Extracted records:
+ + + +
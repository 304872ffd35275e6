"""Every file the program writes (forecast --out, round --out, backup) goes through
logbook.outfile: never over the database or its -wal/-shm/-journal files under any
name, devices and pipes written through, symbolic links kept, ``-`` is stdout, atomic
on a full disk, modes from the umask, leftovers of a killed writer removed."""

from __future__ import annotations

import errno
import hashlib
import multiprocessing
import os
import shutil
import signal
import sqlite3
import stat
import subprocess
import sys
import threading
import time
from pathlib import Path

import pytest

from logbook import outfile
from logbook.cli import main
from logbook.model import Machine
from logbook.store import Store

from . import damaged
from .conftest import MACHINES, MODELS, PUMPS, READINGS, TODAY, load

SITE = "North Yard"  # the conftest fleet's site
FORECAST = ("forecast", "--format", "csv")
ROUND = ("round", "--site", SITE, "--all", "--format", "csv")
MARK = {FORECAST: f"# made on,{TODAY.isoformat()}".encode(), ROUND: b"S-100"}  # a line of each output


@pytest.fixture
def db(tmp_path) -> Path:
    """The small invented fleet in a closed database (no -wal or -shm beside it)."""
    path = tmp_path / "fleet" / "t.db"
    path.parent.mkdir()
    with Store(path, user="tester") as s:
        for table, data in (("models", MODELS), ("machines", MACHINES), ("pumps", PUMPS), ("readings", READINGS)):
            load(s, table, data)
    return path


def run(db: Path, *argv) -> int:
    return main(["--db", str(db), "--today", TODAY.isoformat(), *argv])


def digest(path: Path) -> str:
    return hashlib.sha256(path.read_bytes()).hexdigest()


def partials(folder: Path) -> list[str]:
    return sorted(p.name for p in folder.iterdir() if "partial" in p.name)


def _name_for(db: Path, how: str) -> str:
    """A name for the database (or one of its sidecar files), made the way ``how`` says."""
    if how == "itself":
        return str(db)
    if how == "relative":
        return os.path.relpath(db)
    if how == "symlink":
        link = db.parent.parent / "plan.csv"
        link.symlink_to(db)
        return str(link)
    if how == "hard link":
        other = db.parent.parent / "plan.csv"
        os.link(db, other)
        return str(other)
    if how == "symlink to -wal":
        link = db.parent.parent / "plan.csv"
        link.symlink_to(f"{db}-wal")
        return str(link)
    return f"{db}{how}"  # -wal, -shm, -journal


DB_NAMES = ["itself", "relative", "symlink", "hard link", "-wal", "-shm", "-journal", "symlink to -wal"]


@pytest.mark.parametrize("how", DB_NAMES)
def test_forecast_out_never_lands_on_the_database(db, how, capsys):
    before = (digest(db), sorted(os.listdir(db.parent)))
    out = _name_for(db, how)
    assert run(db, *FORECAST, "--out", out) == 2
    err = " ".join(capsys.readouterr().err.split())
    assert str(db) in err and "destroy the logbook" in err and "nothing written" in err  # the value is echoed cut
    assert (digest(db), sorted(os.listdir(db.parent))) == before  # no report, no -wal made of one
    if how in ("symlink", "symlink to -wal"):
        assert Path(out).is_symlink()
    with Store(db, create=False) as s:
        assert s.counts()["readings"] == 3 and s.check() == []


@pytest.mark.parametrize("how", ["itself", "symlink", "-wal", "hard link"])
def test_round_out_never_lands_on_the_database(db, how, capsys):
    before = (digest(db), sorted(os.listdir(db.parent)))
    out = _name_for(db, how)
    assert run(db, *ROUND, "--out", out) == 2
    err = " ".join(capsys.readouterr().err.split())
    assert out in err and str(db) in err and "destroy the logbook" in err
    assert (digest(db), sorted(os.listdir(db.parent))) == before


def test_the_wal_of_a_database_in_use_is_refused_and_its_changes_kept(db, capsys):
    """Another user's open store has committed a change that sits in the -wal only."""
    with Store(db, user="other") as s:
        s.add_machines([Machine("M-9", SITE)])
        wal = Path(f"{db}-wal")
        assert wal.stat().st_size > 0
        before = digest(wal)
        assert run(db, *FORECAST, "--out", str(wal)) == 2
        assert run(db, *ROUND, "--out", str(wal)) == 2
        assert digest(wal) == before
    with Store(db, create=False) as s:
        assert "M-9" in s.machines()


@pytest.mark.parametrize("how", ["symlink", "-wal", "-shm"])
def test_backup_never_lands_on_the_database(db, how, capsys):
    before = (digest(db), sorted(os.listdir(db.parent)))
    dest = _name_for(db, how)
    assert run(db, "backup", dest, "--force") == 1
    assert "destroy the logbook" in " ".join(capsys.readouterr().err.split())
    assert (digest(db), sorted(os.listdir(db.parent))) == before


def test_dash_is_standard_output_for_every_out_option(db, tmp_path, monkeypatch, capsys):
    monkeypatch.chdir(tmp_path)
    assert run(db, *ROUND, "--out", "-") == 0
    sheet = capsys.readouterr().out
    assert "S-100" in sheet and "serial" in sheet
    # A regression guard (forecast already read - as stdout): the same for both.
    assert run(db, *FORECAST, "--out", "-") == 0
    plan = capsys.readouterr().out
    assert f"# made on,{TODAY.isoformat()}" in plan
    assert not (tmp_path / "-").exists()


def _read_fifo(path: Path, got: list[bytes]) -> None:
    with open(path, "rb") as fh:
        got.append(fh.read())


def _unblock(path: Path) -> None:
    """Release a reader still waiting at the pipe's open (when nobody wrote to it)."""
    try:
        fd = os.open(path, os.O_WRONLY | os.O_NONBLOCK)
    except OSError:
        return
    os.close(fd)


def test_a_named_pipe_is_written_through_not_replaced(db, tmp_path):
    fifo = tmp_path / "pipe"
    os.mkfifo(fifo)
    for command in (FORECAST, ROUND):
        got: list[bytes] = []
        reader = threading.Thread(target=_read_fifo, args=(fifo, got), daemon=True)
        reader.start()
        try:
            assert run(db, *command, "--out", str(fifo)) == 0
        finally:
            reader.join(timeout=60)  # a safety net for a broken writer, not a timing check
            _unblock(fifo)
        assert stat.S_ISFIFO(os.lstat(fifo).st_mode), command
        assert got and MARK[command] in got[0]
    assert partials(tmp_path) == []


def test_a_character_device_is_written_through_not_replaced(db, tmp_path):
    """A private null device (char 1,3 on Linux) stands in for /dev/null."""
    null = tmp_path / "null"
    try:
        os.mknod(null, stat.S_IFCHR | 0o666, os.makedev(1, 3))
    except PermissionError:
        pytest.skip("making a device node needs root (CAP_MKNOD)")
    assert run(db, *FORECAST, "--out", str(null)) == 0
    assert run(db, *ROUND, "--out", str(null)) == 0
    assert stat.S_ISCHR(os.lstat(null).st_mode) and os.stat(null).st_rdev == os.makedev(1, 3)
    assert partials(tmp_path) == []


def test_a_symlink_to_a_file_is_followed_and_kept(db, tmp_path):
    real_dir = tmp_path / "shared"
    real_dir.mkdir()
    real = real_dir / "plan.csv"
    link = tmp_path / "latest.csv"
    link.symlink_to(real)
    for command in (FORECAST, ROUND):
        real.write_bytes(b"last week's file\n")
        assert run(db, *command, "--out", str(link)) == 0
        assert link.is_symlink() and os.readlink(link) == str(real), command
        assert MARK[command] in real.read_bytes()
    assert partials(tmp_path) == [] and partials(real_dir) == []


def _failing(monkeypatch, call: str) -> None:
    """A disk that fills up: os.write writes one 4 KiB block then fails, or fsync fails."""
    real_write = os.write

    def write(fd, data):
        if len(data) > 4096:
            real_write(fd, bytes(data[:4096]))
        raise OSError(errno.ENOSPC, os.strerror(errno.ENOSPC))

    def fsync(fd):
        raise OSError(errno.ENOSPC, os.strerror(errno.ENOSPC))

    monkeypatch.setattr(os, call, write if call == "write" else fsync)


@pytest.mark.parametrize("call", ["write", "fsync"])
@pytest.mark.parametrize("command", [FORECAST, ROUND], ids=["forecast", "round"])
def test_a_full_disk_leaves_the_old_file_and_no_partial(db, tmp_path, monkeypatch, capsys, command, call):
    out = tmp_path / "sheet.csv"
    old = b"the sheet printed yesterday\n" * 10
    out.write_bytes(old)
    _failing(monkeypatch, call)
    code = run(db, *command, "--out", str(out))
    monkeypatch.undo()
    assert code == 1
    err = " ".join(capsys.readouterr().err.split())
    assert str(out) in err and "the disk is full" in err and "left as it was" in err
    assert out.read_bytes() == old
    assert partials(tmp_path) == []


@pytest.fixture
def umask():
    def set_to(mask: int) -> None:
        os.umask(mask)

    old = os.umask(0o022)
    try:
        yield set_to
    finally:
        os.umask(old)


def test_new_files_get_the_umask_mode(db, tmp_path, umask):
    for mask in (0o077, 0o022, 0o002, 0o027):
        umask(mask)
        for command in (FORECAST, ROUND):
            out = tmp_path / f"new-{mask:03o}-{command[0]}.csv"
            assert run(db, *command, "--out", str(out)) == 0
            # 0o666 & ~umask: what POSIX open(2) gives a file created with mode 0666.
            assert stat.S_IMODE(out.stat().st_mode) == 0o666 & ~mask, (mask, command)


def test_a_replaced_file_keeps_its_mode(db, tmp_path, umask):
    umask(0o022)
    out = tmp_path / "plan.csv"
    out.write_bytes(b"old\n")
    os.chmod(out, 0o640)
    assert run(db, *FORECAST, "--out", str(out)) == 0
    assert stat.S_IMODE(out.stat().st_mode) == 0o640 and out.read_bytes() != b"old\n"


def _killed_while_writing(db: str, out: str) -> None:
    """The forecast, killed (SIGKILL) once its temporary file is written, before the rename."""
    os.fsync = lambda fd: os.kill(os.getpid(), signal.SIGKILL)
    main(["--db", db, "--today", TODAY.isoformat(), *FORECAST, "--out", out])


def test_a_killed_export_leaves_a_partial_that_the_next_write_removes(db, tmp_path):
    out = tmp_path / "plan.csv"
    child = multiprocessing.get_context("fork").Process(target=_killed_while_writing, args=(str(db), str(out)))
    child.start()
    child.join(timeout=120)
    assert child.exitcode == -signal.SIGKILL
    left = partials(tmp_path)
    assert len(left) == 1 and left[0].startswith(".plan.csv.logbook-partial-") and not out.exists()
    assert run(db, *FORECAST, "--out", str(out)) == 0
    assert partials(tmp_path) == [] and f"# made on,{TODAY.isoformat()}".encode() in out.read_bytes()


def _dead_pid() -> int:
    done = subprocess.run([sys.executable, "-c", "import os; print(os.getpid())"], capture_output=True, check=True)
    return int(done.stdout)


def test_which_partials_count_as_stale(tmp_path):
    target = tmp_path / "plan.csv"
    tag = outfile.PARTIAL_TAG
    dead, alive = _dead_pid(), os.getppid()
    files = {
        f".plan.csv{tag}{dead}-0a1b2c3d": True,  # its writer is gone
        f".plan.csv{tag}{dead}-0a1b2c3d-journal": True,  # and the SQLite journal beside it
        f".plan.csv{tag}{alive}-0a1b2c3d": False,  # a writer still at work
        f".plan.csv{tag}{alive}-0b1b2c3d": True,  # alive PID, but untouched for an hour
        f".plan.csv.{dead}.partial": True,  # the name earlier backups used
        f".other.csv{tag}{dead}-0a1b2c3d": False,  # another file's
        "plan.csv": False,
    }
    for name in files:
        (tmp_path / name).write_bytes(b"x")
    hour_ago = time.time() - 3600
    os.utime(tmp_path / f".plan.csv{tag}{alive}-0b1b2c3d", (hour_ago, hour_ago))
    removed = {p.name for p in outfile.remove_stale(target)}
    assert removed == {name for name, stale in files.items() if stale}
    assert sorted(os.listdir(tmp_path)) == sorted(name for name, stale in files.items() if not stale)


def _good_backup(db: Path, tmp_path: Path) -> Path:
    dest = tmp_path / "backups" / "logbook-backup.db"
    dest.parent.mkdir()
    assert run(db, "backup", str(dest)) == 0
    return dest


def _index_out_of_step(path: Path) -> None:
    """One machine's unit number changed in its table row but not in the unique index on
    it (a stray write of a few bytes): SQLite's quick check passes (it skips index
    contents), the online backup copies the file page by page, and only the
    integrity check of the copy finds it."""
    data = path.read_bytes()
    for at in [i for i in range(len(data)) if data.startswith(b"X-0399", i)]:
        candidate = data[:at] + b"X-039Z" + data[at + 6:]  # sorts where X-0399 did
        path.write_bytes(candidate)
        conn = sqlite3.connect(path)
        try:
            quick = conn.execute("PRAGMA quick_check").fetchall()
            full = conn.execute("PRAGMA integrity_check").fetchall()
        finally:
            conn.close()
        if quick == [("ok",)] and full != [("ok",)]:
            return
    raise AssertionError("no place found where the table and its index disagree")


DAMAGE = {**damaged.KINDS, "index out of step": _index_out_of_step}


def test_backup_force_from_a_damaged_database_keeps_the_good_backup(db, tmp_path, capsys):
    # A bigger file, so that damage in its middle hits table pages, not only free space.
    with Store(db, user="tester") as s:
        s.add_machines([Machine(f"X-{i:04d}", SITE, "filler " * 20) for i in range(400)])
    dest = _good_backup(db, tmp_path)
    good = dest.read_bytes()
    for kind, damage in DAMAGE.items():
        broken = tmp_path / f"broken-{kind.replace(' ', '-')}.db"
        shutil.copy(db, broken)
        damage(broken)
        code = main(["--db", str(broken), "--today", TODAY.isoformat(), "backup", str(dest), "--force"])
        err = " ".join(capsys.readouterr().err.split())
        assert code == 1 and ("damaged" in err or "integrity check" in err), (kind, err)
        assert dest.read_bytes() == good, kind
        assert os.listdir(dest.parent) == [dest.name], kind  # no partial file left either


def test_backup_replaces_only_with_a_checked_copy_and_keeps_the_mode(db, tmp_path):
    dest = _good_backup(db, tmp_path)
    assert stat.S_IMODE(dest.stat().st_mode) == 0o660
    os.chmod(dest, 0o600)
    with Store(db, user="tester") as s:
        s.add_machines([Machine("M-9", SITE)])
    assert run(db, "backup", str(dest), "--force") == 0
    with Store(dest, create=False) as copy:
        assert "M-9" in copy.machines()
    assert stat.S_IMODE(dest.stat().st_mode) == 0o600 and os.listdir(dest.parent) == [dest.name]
+ + + +
Task to complete —
Write out exactly the lines that fall from the line with "import errno" to the line with "path.parent.mkdir()" in the records above, keeping both ends.

Answer to this exercise —
import errno
import hashlib
import multiprocessing
import os
import shutil
import signal
import sqlite3
import stat
import subprocess
import sys
import threading
import time
from pathlib import Path

import pytest

from logbook import outfile
from logbook.cli import main
from logbook.model import Machine
from logbook.store import Store

from . import damaged
from .conftest import MACHINES, MODELS, PUMPS, READINGS, TODAY, load

SITE = "North Yard"  # the conftest fleet's site
FORECAST = ("forecast", "--format", "csv")
ROUND = ("round", "--site", SITE, "--all", "--format", "csv")
MARK = {FORECAST: f"# made on,{TODAY.isoformat()}".encode(), ROUND: b"S-100"}  # a line of each output


@pytest.fixture
def db(tmp_path) -> Path:
    """The small invented fleet in a closed database (no -wal or -shm beside it)."""
    path = tmp_path / "fleet" / "t.db"
    path.parent.mkdir()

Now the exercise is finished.